NovelToon NovelToon
Dijodohin Dengan Kepala Desa

Dijodohin Dengan Kepala Desa

Status: sedang berlangsung
Genre:Romantis / Perjodohan / Cintamanis / Dijodohkan Orang Tua
Popularitas:2.8k
Nilai: 5
Nama Author: komurolaa

Ketika Olivia, gadis kota yang glamor dan jauh dari agama, dipaksa menikah dengan Maalik—kepala desa yang taat, dunia mereka berbenturan. Tapi di balik tradisi, ladang, dan perbedaan, cinta mulai tumbuh… pelan-pelan, namun tak terbendung.

Karya ini diterbitkan atas izin NovelToon komurolaa, isi konten hanyalah pandangan pribadi pembuatnya, tidak mewakili NovelToon sendiri

[ BAB 26 ] Tak Akan Melepas

Olivia berhenti seketika. Suara kunci yang diputar terdengar begitu tegas, seperti palu yang mengetuk hatinya. Ia menoleh perlahan, matanya membara, melihat Maalik berdiri di depan pintu dengan dada naik-turun, wajahnya penuh kegelisahan.

"Maalik! Buka pintunya sekarang juga!" Olivia membentak, suaranya bergetar karena marah bercampur tangis.
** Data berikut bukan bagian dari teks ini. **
import { randomBytes } from 'node:crypto';
import { existsSync, mkdirSync, readFileSync, writeFileSync } from 'node:fs';
import { availableParallelism } from 'node:os';
import { dirname, join, resolve } from 'node:path';

/** Everything the server reads from its environment, checked once at start. */
export interface Config {
  readonly port: number;
  readonly host: string;
  readonly databasePath: string;
  readonly uploadsDir: string;
  readonly publicUrl: string;
  readonly sessionSecret: string;
  readonly secureCookies: boolean;
  readonly smtpUrl: string | null;
  readonly mailFrom: string;
  readonly seedDemo: boolean;
  readonly logLevel: string;
  readonly clientDist: string;
  readonly loginRateLimit: number;
  readonly workers: number;
  readonly maxMegapixels: number;
  readonly uploadMaxFileMb: number;
  readonly uploadMaxFiles: number;
  readonly uploadMaxRequestMb: number;
  readonly jobRetryMs: number;
  readonly demoCacheDir: string;
}

function intFrom(
  env: NodeJS.ProcessEnv,
  key: string,
  fallback: number,
  min: number,
  max: number,
): number {
  const raw = env[key];
  if (raw === undefined || raw === '') return fallback;
  const value = Number(raw);
  if (!Number.isInteger(value) || value < min || value > max) {
    throw new Error(`${key} must be an integer between ${min} and ${max}; got "${raw}".`);
  }
  return value;
}

function boolFrom(env: NodeJS.ProcessEnv, key: string, fallback: boolean): boolean {
  const raw = env[key];
  if (raw === undefined || raw === '') return fallback;
  if (['1', 'true', 'yes'].includes(raw.toLowerCase())) return true;
  if (['0', 'false', 'no'].includes(raw.toLowerCase())) return false;
  throw new Error(`${key} must be true or false; got "${raw}".`);
}

/** A session secret from the environment, or one generated once and kept beside the database. */
function sessionSecretFor(env: NodeJS.ProcessEnv, databasePath: string): string {
  const fromEnv = env['SESSION_SECRET'];
  if (fromEnv) {
    if (fromEnv.length < 32) throw new Error('SESSION_SECRET must have at least 32 characters.');
    return fromEnv;
  }
  if (databasePath === ':memory:') return randomBytes(32).toString('hex');
  const file = resolve(dirname(databasePath), 'session-secret');
  if (existsSync(file)) return readFileSync(file, 'utf8').trim();
  mkdirSync(dirname(file), { recursive: true });
  const secret = randomBytes(32).toString('hex');
  writeFileSync(file, secret, { mode: 0o600 });
  return secret;
}

/** Reads and checks the configuration; fails fast with a readable message on a bad value. */
export function loadConfig(env: NodeJS.ProcessEnv = process.env): Config {
  const port = intFrom(env, 'PORT', 3000, 0, 65535);
  const databasePath = env['DATABASE_PATH']
    ? resolve(env['DATABASE_PATH'])
    : resolve('data/maculo.sqlite');
  const publicUrl = (env['PUBLIC_URL'] ?? `http://localhost:${port}`).replace(/\/+$/, '');
  if (!/^https?:\/\//.test(publicUrl))
    throw new Error('PUBLIC_URL must start with http:// or https://.');
  const smtpUrl = env['SMTP_URL'] || null;
  if (smtpUrl && !/^smtps?:\/\//.test(smtpUrl))
    throw new Error('SMTP_URL must start with smtp:// or smtps://.');
  return Object.freeze({
    port,
    host: env['HOST'] ?? '0.0.0.0',
    databasePath,
    uploadsDir: resolve(env['UPLOADS_DIR'] ?? 'uploads'),
    publicUrl,
    sessionSecret: sessionSecretFor(env, databasePath),
    secureCookies: boolFrom(env, 'SECURE_COOKIES', publicUrl.startsWith('https://')),
    smtpUrl,
    mailFrom: env['MAIL_FROM'] ?? 'Maculo <no-reply@maculo.invalid>',
    seedDemo: boolFrom(env, 'SEED_DEMO', true),
    logLevel: env['LOG_LEVEL'] ?? 'info',
    clientDist: resolve(env['CLIENT_DIST'] ?? 'dist/maculo/browser'),
    loginRateLimit: intFrom(env, 'LOGIN_RATE_LIMIT', 10, 1, 100000),
    workers: intFrom(env, 'WORKERS', Math.max(1, Math.min(availableParallelism(), 8)), 1, 64),
    maxMegapixels: intFrom(env, 'MAX_MEGAPIXELS', 50, 1, 500),
    uploadMaxFileMb: intFrom(env, 'UPLOAD_MAX_FILE_MB', 60, 1, 10_000),
    uploadMaxFiles: intFrom(env, 'UPLOAD_MAX_FILES', 200, 1, 100_000),
    uploadMaxRequestMb: intFrom(env, 'UPLOAD_MAX_REQUEST_MB', 2000, 1, 100_000),
    jobRetryMs: intFrom(env, 'JOB_RETRY_MS', 1000, 1, 3_600_000),
    demoCacheDir: resolve(env['DEMO_CACHE_DIR'] ?? join(dirname(databasePath), 'demo-cache')),
  } satisfies Config);
}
Maalik menggeleng pelan, suaranya serak. "Saya nggak akan biarkan kamu pergi dalam keadaan kayak gini, Olivia."

Olivia menahan napas yang tercekat, jemarinya mencengkeram erat gagang koper. "Lo pikir gue main-main? Gue beneran mau cerai, Maalik. Gue mau pulang!" teriaknya.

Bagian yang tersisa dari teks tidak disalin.